Tuesday, August 22, 2006

BlogPoll Roundtable, Week 1

The first official roundtable of the 2006 season has been posted, and it's up to me to provide the correct answers to the House Rock Built's queries. With no further ado:

1. What's the biggest ripoff in this preseason poll? Either pick a team that's offensively over or underrated, or you can rag on a particular voter's bad pick (hey, we're all adults here, we can handle it).

Look no further than the BlogPoll's number eleven team, the Louisville Cardinals! WHAT?! Yeah, Brohm's good. We know. We've been hearing it ceaselessly, and no doubt we'll all be sick of hearing it as the season wears on and even more sick of it from February through April, when the Mock Drafts reign supreme. But the guy is coming off of surgery, and the offensive line that protected him has departed. They'll rack up a ton of points and double-digit wins, but that will happen against a bunch of impotent nobodies. They might even make a BCS bowl, but only because the contracts were signed before all the big boys defected, leaving the Big East look like the MAC Senior. I'd like to single out Tomahawk Nation and Rakes of Mallow for special excoriation, as the proprietors of these two sites ranked the Cards #3. Must be some sort of cry for help.

2. What shold a preseason poll measure? Specifically, should it be a predictor of end-of-season standing (meaning that a team's schedule should be taken into account when determining a ranking), or should it merely be a barometer of talent/hype/expectations?

One of the reason people love sports -- and college football in particular -- is because of the possibility of wacky upsets. They happen every week. One pesky team defies expectations and knocks off the powerhouse. Maybe it's on a last-second field goal. Maybe they come out of the gate firing, shellacking the hapless favorite who only then realize that it was a mistake to look past these should-be chumps. As such, I don't feel that a preseason poll should be an prediction of how the teams will finish at the end of the season. I also think it's important to filter out the hype.

A preseason poll should answer the following question: "Who do you think is the best team right now?" You answer that, and then answer the question: "OK, if team number 1 was out of the picture, who would be the best team remaining?" And so forth. When you rank your teams, you should expect team #1 to beat #2 and #3 and #4 and so on.
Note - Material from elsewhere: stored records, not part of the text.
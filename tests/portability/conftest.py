"""These tests need the adapters of many warehouses; `make portability` runs them in their own environment."""

import sys
from pathlib import Path

sys.path.insert(0, str(Path(__file__).resolve().parent))
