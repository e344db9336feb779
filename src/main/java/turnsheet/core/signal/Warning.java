package turnsheet.core.signal;

/**
 * Something about a capture that its figures cannot show.
 *
 * @param code stable word in lower camel case, for programs
 * @param message one sentence for the bench: what, where, and what follows from it
 */
public record Warning(String code, String message) {}
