package turnsheet.core.signal;

/** Carries a {@link Rejection} out of the depth of a reader; callers turn it back into a result. */
public final class RejectedException extends Exception {

  private final transient Rejection rejection;

  public RejectedException(Rejection rejection) {
    super(rejection.code() + ": " + rejection.message());
    this.rejection = rejection;
  }

  public RejectedException(String code, String message) {
    this(new Rejection(code, message));
  }

  public Rejection rejection() {
    return rejection;
  }
}
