/**
 * Sample streams, edge streams, speed traces: what flows between the stages. Knows no file and no
 * other package.
 */
@NullMarked
package turnsheet.core.signal;

import org.jspecify.annotations.NullMarked;
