package turnsheet.core.signal;

/**
 * Fluctuation of the speed, evenly sampled, kept in 16 bits of its own scale so that an hour of it
 * takes a few megabytes. Immutable.
 *
 * <p>Units: percent of the mean speed, without mean and straight line. Sample k belongs to the time
 * {@code startSeconds + k / rateHertz} of the capture. Rounded by at most half of {@link
 * #stepPercent}, which is a part in 65 534 of the largest sample: noise 98 dB below a steady sine.
 */
public final class Fluctuation {

  private static final int FULL = Short.MAX_VALUE;

  private final double startSeconds;
  private final double rateHertz;
  private final double stepPercent;
  private final short[] steps;

  private Fluctuation(double startSeconds, double rateHertz, double stepPercent, short[] steps) {
    if (!(rateHertz > 0 && Double.isFinite(rateHertz) && stepPercent > 0)) {
      throw new IllegalArgumentException(rateHertz + " Hz, step " + stepPercent + " %");
    }
    this.startSeconds = startSeconds;
    this.rateHertz = rateHertz;
    this.stepPercent = stepPercent;
    this.steps = steps;
  }

  /** Samples in percent. */
  public static Fluctuation of(double startSeconds, double rateHertz, double[] percent) {
    double largest = 0;
    for (double p : percent) {
      largest = Math.max(largest, Math.abs(p));
    }
    Builder builder = new Builder(percent.length, largest);
    for (double p : percent) {
      builder.add(p);
    }
    return builder.build(startSeconds, rateHertz);
  }

  /**
   * Samples as they were kept.
   *
   * @param steps copied
   */
  public static Fluctuation ofSteps(
      double startSeconds, double rateHertz, double stepPercent, short[] steps) {
    return new Fluctuation(startSeconds, rateHertz, stepPercent, steps.clone());
  }

  public double startSeconds() {
    return startSeconds;
  }

  public double rateHertz() {
    return rateHertz;
  }

  /** What the last bit stands for. */
  public double stepPercent() {
    return stepPercent;
  }

  public int length() {
    return steps.length;
  }

  public double durationSeconds() {
    return steps.length / rateHertz;
  }

  /** A sample in steps, for keeping. */
  public short steps(int index) {
    return steps[index];
  }

  public double percent(int index) {
    return steps[index] * stepPercent;
  }

  /** A stretch in percent. */
  public double[] percent(int from, int count) {
    double[] values = new double[count];
    for (int i = 0; i < count; i++) {
      values[i] = percent(from + i);
    }
    return values;
  }

  /** Takes a known number of samples whose largest magnitude is known. One use. */
  public static final class Builder {
    private final double stepPercent;
    private final short[] steps;
    private int filled;

    public Builder(int length, double largestPercent) {
      steps = new short[length];
      stepPercent = largestPercent > 0 ? largestPercent / FULL : 1.0 / FULL;
    }

    public void add(double percent) {
      steps[filled++] = (short) Math.max(-FULL, Math.min(FULL, Math.round(percent / stepPercent)));
    }

    public Fluctuation build(double startSeconds, double rateHertz) {
      if (filled != steps.length) {
        throw new IllegalStateException(filled + " of " + steps.length + " samples");
      }
      return new Fluctuation(startSeconds, rateHertz, stepPercent, steps);
    }
  }
}
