package turnsheet.core.signal;

import java.io.Closeable;
import java.io.IOException;
import java.util.List;

/**
 * One channel of evenly spaced samples, read once from the start.
 *
 * <p>Units: full scale is 1 for integer formats; the file's own unit for tables and float formats.
 * Every sample handed out is finite.
 */
public interface SampleReader extends Closeable {

  /** Samples per second of the recording's own clock, positive. */
  double sampleRateHertz();

  /**
   * Reads the next samples.
   *
   * @param into receives samples from index 0
   * @return how many were written; 0 at the end of the stream only
   * @throws RejectedException where the bytes turn out to be unusable
   */
  int read(double[] into) throws IOException, RejectedException;

  /** What was noticed so far that the reader of the figures must know, in order of appearance. */
  List<Warning> warnings();
}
You should expect #18 to beat #19. #19 to beat #20.

This is why we drop teams when they lose. Coming off a loss, chances are they're not the best team right now. They need to regroup. They need to decide whether to stick with their strategy or manipulate it. If they manipulate it, how much do they change? And what do they change? And to what degree? Sunday through Friday (in most cases for most teams) are a chess match. You lose, and you're no longer the best team. Someone else is. The question is, can you become the best team again?

3. What is your biggest stretch in your preseason ballot? That is to say, which team has the best chance of making you look like an idiot for overrating them?

I believe I may have overrated the fine lads of Arizona State. At #13, their ranking isn't so high as to be unreasonable, but after Dirk Koetter went from "this is my starter" to "go ahead and transfer" in under 24 hours, well ... let's just say I'm not comfortable with that ranking anymore.

Still, I think they're bound to be the surprise team out of the PAC-10, and a BCS berth isn't unreasonable if USc slips and Cal proves to suck as much as I think they will.

4. What do you see as the biggest flaw in the polling system (both wire service and blogpolling)? Is polling an integral part of the great game of college football, or is it an outdated system that needs to be replaced? If you say the latter, enlighten us with your new plan.

Polling is great. It's an activity that combines results and opinions, the two concepts that make sports worth watching year in and year out. With that in mind, to think that any one person would ever know enough to truly rank the top 25 teams out of 117 in an accurate and unbiased fashion is preposterous. Every pollster relies in very large part on the opinions of other people, so no ranking is truly one's own. If you consider that the average college football fan knows a lot about his team, and quite a bit about his conference (or, in the case of Notre Dame fans, not much about either), plus a fair amount about the marquee teams of the day, that still leaves him with a good five to ten teams about which he has very little knowledge to round out a field of 25. So that's the shortcoming of polling; nobody's knowledge is complete enough to really do it well.

5. You're Scott Bakula, and you have the opportunity to "Quantum Leap" back in time and change any single moment in your team's history. It can be a play on the field, a hiring decision, or your school's founders deciding to build the campus in Northern Indiana, of all godforsaken places. What do you do?

Fortunately, my school's not in northern Indiana, so I'm not saddled with that downer. But I'll tell you what I'd change: the result of the 1998 Michigan game. The Badgers lost 27-10 in Ann Arbor, Ron Dayne was held to a measly 53 yards, and the loss put the lone blemish on the Badgers' amazing Rose Bowl season. A win there would've kept the Badgers in national title conversation and would've been a signal moment for the team and its fans. So, I don't know how to improve that scenario by simply changing "a moment." Maybe I'd have stayed up all night knocking on Tom Brady's window so he couldn't sleep or something. Or maybe I would've given Ron Dayne some of those pills truckers take. Who knows.